Momentan ist wieder so ein Phase, wo ich das Big Picture brauche, um dann den Deep Dive machen zu können.
Denn immer öfter wird aus einem Seminar zur Transferwirksamkeit ein Transformationsprojekt. So wie gerade für eine Kundin. Und jetzt kommt die Tatort-Methode zum Zuge, die ich sehr schätze.
Bei welchen Lernprojekten unterstützt die Tatort-Methode?
Um noch besser bei solchen Veränderungsprozessen begleiten zu können, brauchte ich ein Gerüst (Concept Map), in das sich alles, was ich in Sachen Change bereits gelernt habe und nutze, einfügt: z.B. das Graves Values System Model, die Theory U, NLP, Resilienz, die Transferwirksamkeit u.a. ...
D.h. bei allen Lernprojekten, bei denen es darum geht, einen Überblick zu gewinnen, Zusammenhänge zu erkennen, neue Verbindungen herzustellen und zugleich Details zu erfassen, ist diese Tatort-Methode extrem hilfreich.
Ich habe mich für die Ausbildung zur „Fachkraft für Changemanagement“ (IHK) entschieden, um eine solche Struktur zu erhalten - jetzt, nach erfolgreichem Abschluss kann ich sagen: sie eignet sich ganz hervorragend dafür.
So funktioniert die Tatort-Methode
Im Grunde ist es eine Visualisierungstechnik, bei der man alle Konzepte, Modelle, Methoden, Menschen, Gedanken usw. rund um das Überthema (in diesem Falle Changemanagement in L&D) auf einer (digitalen) Moderationswand visualisiert - das ist meist ein Prozess, der sich über Tage, manchmal auch Wochen, zieht.
Also habe ich meinen Wissensschatz in Sachen organisationaler und persönlicher Veränderung zusammengetragen (es wurde mir erst da richtig bewusst, wie viel das schon ist).
Schritt 1: Sammle alles, was du zu deinem Thema gehört, gelesen, gelernt hast.
Trage alles zusammen, was du schon weißt bzw. was du bereits gelernt oder umgesetzt hast. Nimm dir dafür gerne Tage oder Wochen (wenn möglich) Zeit. Visualisiere alles auf EINEM Board.
Schritt 2: Trete einen Schritt zurück und betrachte die Sammlung.
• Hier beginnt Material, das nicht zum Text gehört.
import { describe, expect, it } from 'vitest';
import { integrateCurve } from '../../server/src/engine/planar/bem2d';
import { lineCurve } from '../../server/src/engine/planar/elements';
import { lineChargeKernel, lineSegmentKernel } from '../../server/src/engine/planar/solve';

describe('straight elements of the line-charge kernel in closed form', () => {
  it('gives the textbook field of a uniformly charged infinite strip on its mid-plane', () => {
    // A strip of width 2a with surface charge σ (a segment in the planar cross-section) gives
    // E = σ/(π·ε)·atan(a/z) at distance z on its mid-plane: the line-charge field σ·du/(2πε·r)
    // summed across the strip (textbook electrostatics, from memory). Here per unit σ/ε.
    const a = 0.3, z = 0.17;
    const el = lineCurve(0.5 - a, 1, 0.5 + a, 1);
    const acc = new Float64Array(3);
    lineSegmentKernel(1)(el, 0.5, 1 + z, 1, true, acc);
    expect(Math.abs(acc[1])).toBeLessThan(1e-15);
    expect(Math.abs(acc[2] / (Math.atan(a / z) / Math.PI) - 1)).toBeLessThan(1e-13);
  });

  it('agrees with adaptive quadrature of the point kernel near, far and in line with the element', () => {
    // Reference: the engine's adaptive Gauss quadrature (bem2d.ts integrateCurve), the slow exact sum.
    const scale = 0.7;
    const el = lineCurve(0.1, -0.2, 0.4, 0.2);
    const targets = [
      [0.3, 0.05], [0.2, 0.3], [1.5, -2], [40, 25], [0.1 - 0.3, -0.2 - 0.4], [0.4 + 0.03, 0.2 + 0.04], [0.25 + 1e-4, 0], [-3, 0.01],
    ];
    for (const [x, y] of targets) {
      const exact = new Float64Array(3), quad = new Float64Array(3);
      lineSegmentKernel(scale)(el, x, y, 1.3, true, exact);
      integrateCurve(el, 0, el.length, x, y, lineChargeKernel(scale), 1.3, true, quad);
      expect(Math.abs(exact[0] - quad[0])).toBeLessThan(1e-10 * Math.max(1, Math.abs(quad[0])));
      expect(Math.hypot(exact[1] - quad[1], exact[2] - quad[2])).toBeLessThan(1e-9 * Math.hypot(quad[1], quad[2]));
    }
  });
});
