function expansionField(terms: number, scale: number, elements: Element2d[], tau: Float64Array, rule3: Float64Array, rule5: Float64Array, cx: Float64Array, cy: Float64Array, mirror: Mirror | null): FarField<Expansion> {
  const inv2pi = 1 / (2 * Math.PI);
  const addSource = (t: Expansion, xs: number, ys: number, q: number) => {
    const ax = xs - t.zx, ay = ys - t.zy;
    const a2 = ax * ax + ay * ay;
    const c = q * inv2pi;
    t.re[0] -= 0.5 * c * Math.log(a2 / (scale * scale));
    // 1/a, then its powers.
    const ix = ax / a2, iy = -ay / a2;
    let px = ix, py = iy;
    for (let k = 1; k <= terms; k++) {
      t.re[k] += (c / k) * px;
      t.im[k] += (c / k) * py;
      const nx = px * ix - py * iy;
      py = px * iy + py * ix;
      px = nx;
    }
  };
  return {
    make(ua, ub, _cu, va, vb) {
      return { zx: 0.5 * (ua + ub), zy: 0.5 * (va + vb), reach: 0.5 * Math.hypot(ub - ua, vb - va), re: new Float64Array(terms + 1), im: new Float64Array(terms + 1) };
    },
    carry(parent, child) {
      const re = child.re, im = child.im;
      re.set(parent.re);
      im.set(parent.im);
      // Σ c_k (z − P)^k = Σ d_k (z − C)^k: repeated synthetic division by t = C − P.
      const tx = child.zx - parent.zx, ty = child.zy - parent.zy;
      for (let i = 0; i < terms; i++) {
        for (let k = terms - 1; k >= i; k--) {
          re[k] += tx * re[k + 1] - ty * im[k + 1];
          im[k] += tx * im[k + 1] + ty * re[k + 1];
        }
      }
    },
    gather(t, list, count) {
      for (let n = 0; n < count; n++) {
        const unit = list[n];
        const j = unit >> 1;
        const image = (unit & 1) === 1;
        const q = image ? -tau[j] : tau[j];
        // The 3-point rule beyond 4 element lengths of every cell, else the 5-point one (see NEAR3).
        const gap = Math.max(0, Math.hypot(cx[unit] - t.zx, cy[unit] - t.zy) - t.reach);
        const length = elements[j].length;
        const three = gap * gap > NEAR3 * length * length;
        const rule = three ? rule3 : rule5;
        const points = three ? 3 : 5;
        for (let m = 0; m < points; m++) {
          const b = (j * points + m) * 3;
          let xs = rule[b], ys = rule[b + 1];
          if (image) {
            if (mirror!.axis === 0) xs = 2 * mirror!.at - xs;
            else ys = 2 * mirror!.at - ys;
          }
          addSource(t, xs, ys, q * rule[b + 2]);
        }
      }
    },
    addAt(t, u, v, acc) {
      const zx = u - t.zx, zy = v - t.zy;
      const re = t.re, im = t.im;
      let wr = re[terms], wi = im[terms];
      let dr = terms * re[terms], di = terms * im[terms];
      for (let k = terms - 1; k >= 0; k--) {
        const r = wr * zx - wi * zy + re[k];
        wi = wr * zy + wi * zx + im[k];
        wr = r;
        if (k >= 1) {
          const s = dr * zx - di * zy + k * re[k];
          di = dr * zy + di * zx + k * im[k];
          dr = s;
        }
      }
      acc[0] += wr;
      acc[1] -= dr;
      acc[2] += di;
    },
  };
}

/** Interpolation points of a block (tensor product) and the values gathered there (3 per point). */
interface Nodes {
  pu: number;
  pv: number;
  nu: Float64Array;
  nv: Float64Array;
  wu: Float64Array;
  wv: Float64Array;
  values: Float64Array;
}

/**
 * Points along one side: the cell centres themselves when there are at most p of them (exact), else
 * p Chebyshev points of the second kind, with their barycentric weights (Berrut and Trefethen 2004:
 * (−1)^k, halved at both ends, for Chebyshev points; 1/Π(x_k − x_m) in general).
 */
function sidePoints(a: number, b: number, cells: number, p: number): { x: Float64Array; w: Float64Array } {
  if (cells <= p) {
    const x = Float64Array.from({ length: cells }, (_, k) => (cells === 1 ? a : a + ((b - a) * k) / (cells - 1)));
    // Equispaced: w_k = (−1)^k·C(n−1, k).
    const w = new Float64Array(cells);
    let binom = 1;
    for (let k = 0; k < cells; k++) {
      w[k] = (k % 2 === 0 ? 1 : -1) * binom;
      binom = (binom * (cells - 1 - k)) / (k + 1);
    }
    return { x, w };
  }
  const x = Float64Array.from({ length: p }, (_, k) => 0.5 * (a + b) - 0.5 * (b - a) * Math.cos((k * Math.PI) / (p - 1)));
  const w = Float64Array.from({ length: p }, (_, k) => (k % 2 === 0 ? 1 : -1) * (k === 0 || k === p - 1 ? 0.5 : 1));
  return { x, w };
}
Diese darf gerne noch unstrukturiert und durcheinander sein - genau darin liegt der Reiz und die Chance. Zwei Methoden passen plötzlich wunderbar zusammen, obwohl sie eigentlich völlig getrennt
in deinem inneren Wissens-Schrank abgelegt sind. Richtig Klasse ist, das im Sparring zu machen.
Schritt 3: Hänge um, verbinde, separiere.
Manchmal überschneidet sich dieser Schritt mit dem zweiten. Hänge deine Post Its um, verbinde sie mit anderen, trenne sie ... und stelle fest, welche neuen Denkweisen sich dazu auftun.
Schritt 4: Füge nun die Struktur hinzu.
Gibt es ein bewährtes Gerüst, einen Prozess? Gibt es Abfolgen? Gibt es Überschriften? Gibt es einen roten Faden? Gibt es einen üblichen Ablauf? Wenn ja, dann visualisiere diese Struktur.
Schritt 5: Fülle nun die Struktur.
Z.B. mit Methoden, Fragestellungen, Maßnahmen, Ideen, Impulsen, Vorgehensweisen etc, indem du dich bei jedem einzelnen Item fragst: wo passt es hin? Wo liefert es einen Mehrwert?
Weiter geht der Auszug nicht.